Although these genetic and genomic analyses (3, 12) clearly showed that the CRISPR defense is a fundamental aspect of bacterial and archaeal evolution, mechanistic insight was completely lacking. In a major step forward, Brouns et al. have reconstituted the CRISPR phenomenon in laboratory strains of E. coli, which, although it has CRISPR sequences, had not been shown to use the CRISPR defense against any known phages. The authors identify a multiprotein complex called CRISPR-associated complex for antiviral defense (Cascade), consisting of five Cas proteins (CasA to CasE), and show that it processes a long primary CRISPR transcript to 57-nucleotide fragments, each containing a unique spacer and bits of the flanking repeat sequences (see the figure). By cloning all five cas genes in different combinations into an E. coli strain lacking CRISPR sequences entirely, Brouns et al. show that only CasE is required for cleavage of the primary CRISPR transcript. Cascade processed primary CRISPR RNA, but not CRISPR RNA (with a different CRISPR repeat) from a different E. coli species, and could be copurified with the 57-nucleotide RNAs, indicating the formation of a ribonucleoprotein complex. Importantly, the authors could also construct a CRISPR defense against the bacteriophage lambda by engineering new spacers into the E. coli CRISPR locus, chosen from sites throughout the lambda genome. The artificial CRISPR array was efficient, reducing the ability of phage lambda to grow by a factor of 10,000,000. This effect depended on the presence of functional Cascade and expression of the cas3 gene. In each case, the spacer sequences could be chosen from either the template or noncoding DNA strand of the phage genes, suggesting that the target of CRISPR is the phage DNA. This seems to be fundamentally different from the small inhibitory RNA strategy of eukaryotes, which suppresses viral gene expression by destroying corresponding messenger RNA.

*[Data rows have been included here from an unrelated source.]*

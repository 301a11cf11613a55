"""Reads paths.csv with Python's csv and paths.h5 with h5py, and compares them and paths.json with one another."""
import csv
import json
import sys

import h5py
import numpy as np

folder, both = sys.argv[1], sys.argv[2] == "both"
with open(folder + "/paths.csv", newline="", encoding="utf-8") as file:
    rows = list(csv.reader(file))
assert rows[0] == "tracer,time_s,theta_rad,radius_m,z_m,sigma,speed_m_s,pressure_pa".split(",")
table = np.array([[float(cell) for cell in row] for row in rows[1:]])
said = json.load(open(folder + "/paths.json", encoding="utf-8"))
with h5py.File(folder + "/paths.h5", "r") as file:
    assert file.attrs["result"] == "paths" and file.attrs["frame"] == said["frame"]
    units = {"time": "s", "theta": "rad", "radius": "m", "z": "m", "sigma": "1", "speed": "m/s", "pressure": "Pa"}
    assert set(file["points"]) == set(units)
    for column, (name, unit) in enumerate(units.items()):
        assert file["points"][name].attrs["units"] == unit, name
        assert np.array_equal(file["points"][name][:], table[:, column + 1]), name
    offset = file["tracers/point_offset"][:]
    count = len(said["tracers"])
    assert offset.dtype == np.int64 and len(offset) == count + 1 and offset[0] == 0 and offset[-1] == len(table)
    assert np.array_equal(np.repeat(np.arange(count), np.diff(offset)), table[:, 0])
    words = dict(reversed(part.split(" ")) for part in file["tracers/fate"].attrs["meaning"].split(", "))
    for n, tracer in enumerate(said["tracers"]):
        assert tracer["tracer"] == n and tracer["points"] == offset[n + 1] - offset[n]
        times = file["points/time"][offset[n]:offset[n + 1]]
        assert np.all(np.diff(times) >= 0) and (both or times[0] == 0)
        assert abs(times[-1] - times[0] - tracer["residence_time"]) <= 1e-12
        assert file["tracers/residence_time"][n] == tracer["residence_time"]
        assert file["tracers/revolutions"][n] == tracer["revolutions"]
        assert file["tracers/fate"][n] == int(words[tracer["fate"]])
        assert not both or file["tracers/from"][n] == int(words[tracer["from"]])
        for key in "theta", "radius", "sigma":
            assert file["tracers/release_" + key][n] == tracer["release"][key]
print(count, "tracers agree")
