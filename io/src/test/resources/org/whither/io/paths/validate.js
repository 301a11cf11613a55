// Validates a glTF file with the Khronos validator, whose folder is the first argument, and prints what it finds.
const fs = require('fs');
const validator = require(process.argv[2]);
validator.validateBytes(new Uint8Array(fs.readFileSync(process.argv[3]))).then(report => {
  const found = report.issues;
  console.log(JSON.stringify(found.messages));
  process.exit(found.numErrors + found.numWarnings + found.numInfos + found.numHints === 0 ? 0 : 1);
});
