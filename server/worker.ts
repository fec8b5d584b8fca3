/** The worker process: takes jobs until it is told to stop; any number of them on as many machines as reach the database. */
import { readConfig } from './config.ts'
import { buildDeps, closeDeps } from './deps.ts'
import { jobs } from './jobs.ts'
import { startWorker } from './platform/queue/run.ts'

const deps = buildDeps(readConfig(process.env))
const worker = await startWorker(deps, jobs)
deps.log.info('worker process is waiting for jobs')

let stopping = false
function stop(): void {
  if (stopping) return
  stopping = true
  void worker
    .stop()
    .then(() => closeDeps(deps))
    .then(() => process.exit(0))
}
process.on('SIGTERM', stop)
process.on('SIGINT', stop)
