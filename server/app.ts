/** Builds the Express app from its dependencies; never listens. */
import { randomUUID } from 'node:crypto'
import { existsSync } from 'node:fs'
import { resolve } from 'node:path'
import compression from 'compression'
import express, { Router, type Express } from 'express'
import helmet from 'helmet'
import { pinoHttp } from 'pino-http'
import type { Deps } from './deps.ts'
import { mountAccounts } from './features/accounts/routes.ts'
import { identify } from './features/accounts/identify.ts'
import { mountExports } from './features/exports/routes.ts'
import { mountLogs } from './features/logs/routes.ts'
import { mountNotices } from './features/notices/routes.ts'
import { mountProposals } from './features/proposals/routes.ts'
import { mountReviews } from './features/reviews/routes.ts'
import { mountTables } from './features/tables/routes.ts'
import { mountVehicles } from './features/vehicles/routes.ts'
import type { Binder } from './platform/http/on.ts'
import { openApiDocument } from './platform/http/openapi.ts'
import { sameOrigin } from './platform/http/origin.ts'
import { problemWriter, writeProblem } from './platform/http/problem.ts'

export function buildApp(deps: Deps, siteDir: string | null): Express {
  const { config } = deps
  const app = express()
  app.disable('x-powered-by')
  app.use(
    helmet({
      contentSecurityPolicy: {
        directives: {
          defaultSrc: ["'self'"],
          scriptSrc: ["'self'"],
          // Radix and React set style attributes; scripts stay strict.
          styleSrc: ["'self'", "'unsafe-inline'"],
          imgSrc: ["'self'", 'data:'],
          objectSrc: ["'none'"],
          frameAncestors: ["'none'"],
          upgradeInsecureRequests: config.publicUrl.startsWith('https:') ? [] : null,
        },
      },
      strictTransportSecurity: config.publicUrl.startsWith('https:'),
    }),
  )
  app.use(
    pinoHttp({
      logger: deps.log,
      genReqId: () => randomUUID(),
      customLogLevel: (_req, res, error) => (error || res.statusCode >= 500 ? 'error' : 'debug'),
      serializers: {
        req: (req: { id: string; method: string; url: string }) => ({
          id: req.id,
          method: req.method,
          path: loggedPath(req.url),
        }),
        res: (res: { statusCode: number }) => ({ status: res.statusCode }),
      },
    }),
  )
  app.get('/api/health', async (_req, res) => {
    await deps.pool.query('select 1')
    res.json({ ok: true })
  })
  app.get('/api/openapi.json', (_req, res) => {
    res.json(openApiDocument(config.publicUrl))
  })
  app.use('/api', sameOrigin(config.publicUrl), express.json({ limit: '1mb' }))
  const router = Router()
  const binder: Binder = {
    router,
    uploadDir: config.uploadDir,
    uploadMaxBytes: config.uploadMaxBytes,
    identify: (req) => identify(deps, req),
  }
  mountAccounts(binder, deps)
  mountVehicles(binder, deps)
  mountNotices(binder, deps)
  mountTables(binder, deps)
  mountLogs(binder, deps)
  mountProposals(binder, deps)
  mountReviews(binder, deps)
  mountExports(binder, deps)
  app.use(router)
  app.use('/api', (_req, res) => writeProblem(res, 'no-such-address'))
  if (siteDir && existsSync(siteDir)) serveSite(app, resolve(siteDir))
  app.use(problemWriter(deps.log))
  return app
}

/** Links from mails carry their secret in the path; a log must not. */
const loggedPath = (url: string): string =>
  (url.split('?')[0] ?? '').replace(/\/(password-resets|invitation-links|reset|invitation)\/[^/]+/, '/$1/…')

/**
 * The built client: hashed assets for ever, the page for every other address. Only these are compressed: in an answer
 * that holds a secret beside what a stranger wrote, the size would tell of it.
 */
function serveSite(app: Express, root: string): void {
  app.use(
    '/assets',
    compression(),
    express.static(resolve(root, 'assets'), { immutable: true, maxAge: '1y', fallthrough: false }),
  )
  app.use(express.static(root, { index: false, maxAge: '5m' }))
  app.get(['/', '/*path'], (_req, res) => {
    res.setHeader('Cache-Control', 'no-cache')
    res.sendFile('index.html', { root })
  })
}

The work by Brouns et al. has put at least the active defense aspect of the CRISPR system on track for thorough mechanistic and structural analysis. The ability to genetically and biochemically manipulate E. coli is far superior to other biological systems, and bacteriophage lambda is arguably the only biological entity for which we have nearly predictive understanding. It can be expected that rapid advances will be made in elucidating the molecular details for CRISPR gene expression, RNA processing, and the attack on the target phage.

Still obscure is how a bacterium acquires new spacer sequences. No one has reported a system for achieving this naturally, at efficiencies conducive to biochemical analysis. Moreover, we should anticipate that phages have developed clever evasions of the CRISPR system just as they have done for restriction enzymes. Considering that the origin of modern molecular biology is grounded in the study of bacteriophage, it is puzzling that this particular weapon in the phage-bacteria war remained a secret for so long.